The man and the woman did a funny, horizontal dance on the hay as tiny drops of rain fell through the crevices of the roof. It was quite peculiar. I knew that humans seemed to be somewhat strange, but this was a special dance I had never seen people do. They even were like me, not wearing any clothing.

The smell of the horses, and the clay-like scent of the rain, I paid no attention to any of it. I just looked down at this pair as they continued without an offer of food by the light-skinned man. That’s how we barn owls do what I think they were doing…no, what I know what they were doing.

I didn’t move. I was an icicle in below freezing temperatures. I tried to keep my composure and not ruffle my feathers. I didn’t give a hoot. I just stared down from my perch. My wife Linzella cozied up to me.

“What are you looking—oh my! Are they really…?” Linzella asked.

“Yes, yes. Keep it low, my love. They’re just doing what we have done. It’s not quite the same thing that we do but it’s similar. I can only wonder if Mr. Johnson and Mrs. Johnson engaged in the same activity. They’ve been married for six years and don’t have children. But that doesn’t necessarily mean anything. Then again I don’t want to know about that.”

Linzella then said, “I know that’s right. She has a nice beret. When did it start raining? I was asleep.”

“Yes, it’s lovely. It’s been coming down for the past half hour or so, just before our two love-humans started their romantic relations in the hay below this beam,” I said.

“Well the male one looks like a beginner but the female seems like a pro. Where’d the beret go?” Linzella asked and chuckled lightly. I just laughed. I felt her move closer to me.

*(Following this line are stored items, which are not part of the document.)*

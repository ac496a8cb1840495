#include "wave.h"

/* A triangle of period 16 samples, 0 up to 7 and back down to 0, centred by the caller. */
static uint16_t triangle(uint32_t n)
{
    uint8_t t = (uint8_t)(n & 15u);

    return t < 8u ? t : (uint16_t)(15u - t);
}

static uint16_t rail(uint32_t n)
{
    uint16_t phase = (uint16_t)(n & 1023u);

    if (phase >= 512u && phase < 576u)
        return 600u;
    return (uint16_t)(796u + triangle(n));
}

uint16_t wave_count(uint32_t n, uint8_t ch)
{
    switch (ch) {
    case 0:
        return rail(n);
    case 1:
        return (uint16_t)(100u + 150u * ((n >> 8) & 3u));
    case 2:
        return (uint16_t)(n & 1023u);
    default:
        return (uint16_t)(1023u - (n & 1023u));
    }
}
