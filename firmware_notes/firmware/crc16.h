/* CRC-16/IBM-3740 (also called CRC-16/CCITT-FALSE): the CRC of every line on the wire (PROTOCOL.md, section 2).
 * Plain C99 with no AVR dependency, so the host compiler can build it for tests. */
#ifndef RAILTAP_CRC16_H
#define RAILTAP_CRC16_H

#include <stdint.h>

#define CRC16_INIT 0xFFFFu

/* Feed one byte into a running CRC; start from CRC16_INIT. */
uint16_t crc16_byte(uint16_t crc, uint8_t b);

/* CRC of len bytes, from CRC16_INIT. */
uint16_t crc16(const char *data, uint8_t len);

#endif
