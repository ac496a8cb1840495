/* Host commands (PROTOCOL.md section 5): gathering received bytes into lines, checking their CRC, and
 * deciding what to answer. No AVR dependency, so the host compiler builds it for the tests. */
#ifndef RAILTAP_COMMAND_H
#define RAILTAP_COMMAND_H

#include <stdint.h>

/* The longest command, "?P" with an 8-character token and its CRC, is 16 bytes; 24 leaves room for a
 * stray '\r' (PROTOCOL.md section 5). A longer line is discarded and answered "A err cmd". */
#define CMD_LINE_MAX 24u
#define CMD_TOKEN_MAX 8u

enum cmd_kind {
    CMD_NONE,     /* an empty line: no reply */
    CMD_HEADER,   /* ?H: reply with a header, why=ask */
    CMD_PING,     /* ?P token: reply "A pong token" */
    CMD_RATE,     /* !R hz, accepted: reply "A rate hz", then a header, why=rate */
    CMD_ERR_CRC,  /* no *CCCC, or a wrong one */
    CMD_ERR_CMD,  /* good CRC but no such command, a bad token, or a line too long */
    CMD_ERR_RATE  /* !R with a rate out of range or not a decimal integer */
};

struct cmd {
    enum cmd_kind kind;
    uint16_t rate_hz;                /* for CMD_RATE */
    char token[CMD_TOKEN_MAX + 1];   /* for CMD_PING, NUL-terminated */
};

/* Receive state: the line so far, and whether it already overflowed the buffer. */
struct cmd_reader {
    char buf[CMD_LINE_MAX];
    uint8_t len;
    uint8_t overflow;
};

void cmd_reader_init(struct cmd_reader *r);

/* Feed one received byte. Returns 1 when it ended a non-empty line, with the verdict in *out; else 0. */
uint8_t cmd_reader_push(struct cmd_reader *r, char c, uint16_t max_rate_hz, struct cmd *out);

/* Judge one complete line (without its '\n'; a trailing '\r' is allowed). */
void cmd_parse(const char *line, uint8_t len, uint16_t max_rate_hz, struct cmd *out);

/* The answer line for a verdict, written into out (FRAME_MAX_LINE bytes); returns its length, or 0 when
 * the verdict is answered by a header alone (CMD_HEADER) or by nothing (CMD_NONE). */
uint8_t cmd_answer(char *out, const struct cmd *c);

/* The why= of the header a verdict is answered with ("ask" for ?H, "rate" after an accepted !R), or 0. */
const char *cmd_header_why(const struct cmd *c);

#endif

“I think it’s somewhere nestled between a knee and an elbow,” I pointed out to Linzella. She cooed. I noticed that the male had looked up and seen the both of us. The clouds had rolled away and the sun shone through the hole in the barn roof near the entrance. We fluttered away out of the barn into the sky.

“If that little fellow makes a song from what we just saw, he might have a hit,” Linzella observed floating over the landscape.

“Hopefully he’ll have a bigger audience for the music than some horses and barn owls!” I called.